Kein Wunder, angesichts von Köstlichkeiten wie Agnolotti (Teigtaschen, die mit Fleisch, Käse, Gemüse oder Kräutern gefüllt werden), Tajarin (Bandnudeln, oft mit Butter und Trüffeln - einer weiteren Spezialität der Region - verfeinert) oder Risotto (das Piemont ist eines der größten Reisanbaugebiete Italiens). Nicht zu vergessen die Torta di Nocciole, ein Piemonteser Haselnusskuchen. Cuneo kann mit einer Reihe von exzellenten Restaurants aufwarten. Schon beim Lesen der Speisekarten läuft einem sprichwörtlich das Wasser im Munde zusammen.
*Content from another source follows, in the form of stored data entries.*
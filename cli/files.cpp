#include "files.hpp"

#include <unistd.h>

#include <array>
#include <cerrno>
#include <cstdlib>
#include <cstring>
#include <utility>

namespace runnel_cli {

void complain(const std::string& sentence) {
    std::fputs(("runnel: " + sentence + '\n').c_str(), stderr);
}

runnel::TextSink standard_error() {
    return [](std::string_view text) { std::fwrite(text.data(), 1, text.size(), stderr); };
}

bool colour_on(std::FILE* stream) {
    const char* const terminal = std::getenv("TERM");
    const bool dumb = terminal != nullptr && std::strcmp(terminal, "dumb") == 0;
    return std::getenv("NO_COLOR") == nullptr && !dumb && isatty(fileno(stream)) == 1;
}

std::optional<std::string> read_file(const std::string& path) {
    const bool standard = path == "-";
    std::FILE* const file = standard ? stdin : std::fopen(path.c_str(), "rb");
    if (file == nullptr) {
        complain("cannot read " + path + ": " + std::strerror(errno));
        return std::nullopt;
    }
    std::string text;
    std::array<char, 1 << 16> part;
    errno = 0;
    while (const std::size_t count = std::fread(part.data(), 1, part.size(), file)) {
        text.append(part.data(), count);
    }
    const bool failed = std::ferror(file) != 0;
    const int trouble = errno;
    if (!standard) {
        std::fclose(file);
    }
    if (failed) {
        complain("cannot read " + (standard ? "standard input" : path) + ": " + std::strerror(trouble));
        return std::nullopt;
    }
    return text;
}

Output::Output(const std::string& path) : file_(std::fopen(path.c_str(), "wb")), name_(path) {
    if (file_ == nullptr) {
        keep_trouble();
    }
}

Output::Output(Output&& other) noexcept
    : file_(std::exchange(other.file_, nullptr)), name_(std::move(other.name_)), trouble_(other.trouble_) {}

Output::~Output() {
    if (file_ != nullptr && file_ != stdout) {
        std::fclose(file_);
    }
}

void Output::keep_trouble() {
    if (trouble_ == 0) {
        trouble_ = errno != 0 ? errno : EIO;
    }
}

runnel::TextSink Output::sink() {
    return [this](std::string_view text) {
        if (trouble_ == 0 && std::fwrite(text.data(), 1, text.size(), file_) != text.size()) {
            keep_trouble();
        }
    };
}

bool Output::close() {
    if (file_ != nullptr) {
        std::FILE* const file = std::exchange(file_, nullptr);
        errno = 0;
        const bool closed = file == stdout ? std::fflush(file) == 0 : std::fclose(file) == 0;
        if (!closed) {
            keep_trouble();
        }
    }
    if (trouble_ != 0) {
        complain("cannot write " + name_ + ": " + std::strerror(trouble_));
    }
    return trouble_ == 0;
}

std::string safe_file_name(const std::string& id) {
    constexpr std::size_t longest = 80;
    std::string name;
    for (const char c : id.substr(0, longest)) {
        const bool letter = (c >= 'a' && c <= 'z') || (c >= 'A' && c <= 'Z');
        const bool digit = c >= '0' && c <= '9';
        name += letter || digit || c == '.' || c == '-' || c == '_' ? c : '_';
    }
    return name;
}

} // namespace runnel_cli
Mit dem Rad von den Bergen bis ans Meer
Die landschaftlich schönste Tour ist für den letzten Tag unseres Aufenthaltes geplant. Die Via del Sale (Salzstraße), eine alte Militärstraße in den Seealpen bei Limone Piemonte, verbindet die Berge und das Meer. Die Straße verläuft im Grenzgebiet zwischen Italien und Frankreich, vorbei an zahlreichen militärischen Befestigungsanlagen aus dem 19. Jahrhundert. Um hier zu bestehen, muss man als Biker schon etwas geübter sein. Für Neueinsteiger wie mich ist das nichts, denn die Abfahrten sind zum Teil steil, und auf dem Geröll verliert man rasch die Kontrolle über das schwere Rad. Also entscheide ich mich, in unser Begleitfahrzeug umzusteigen. Während der Rest der Gruppe strampelt, fahren wir gemütlich im SUV hinterher.

Die Via del Sale ist gegen Gebühr an mehreren Tagen der Woche auch für Motorräder und Autos offen. Bei Gegenverkehr kann es schon ziemlich eng werden. Und staubig sowieso. Es geht hinauf auf bis zu 2200 Meter Seehöhe. Das Panorama ist dramatisch, und ich kann mich kaum sattsehen. Die Gruppe treffen wir wieder in der Berghütte Don Barbera. Noch einmal dürfen wir genießen. Bei deftiger Polenta und einer grandiosen Landschaft.

Bevor es zurückgeht, möchte Stefano wissen, ob es mir denn gefallen hat. Eine Frage, die ich von Herzen mit „es war großartig“ beantworten kann!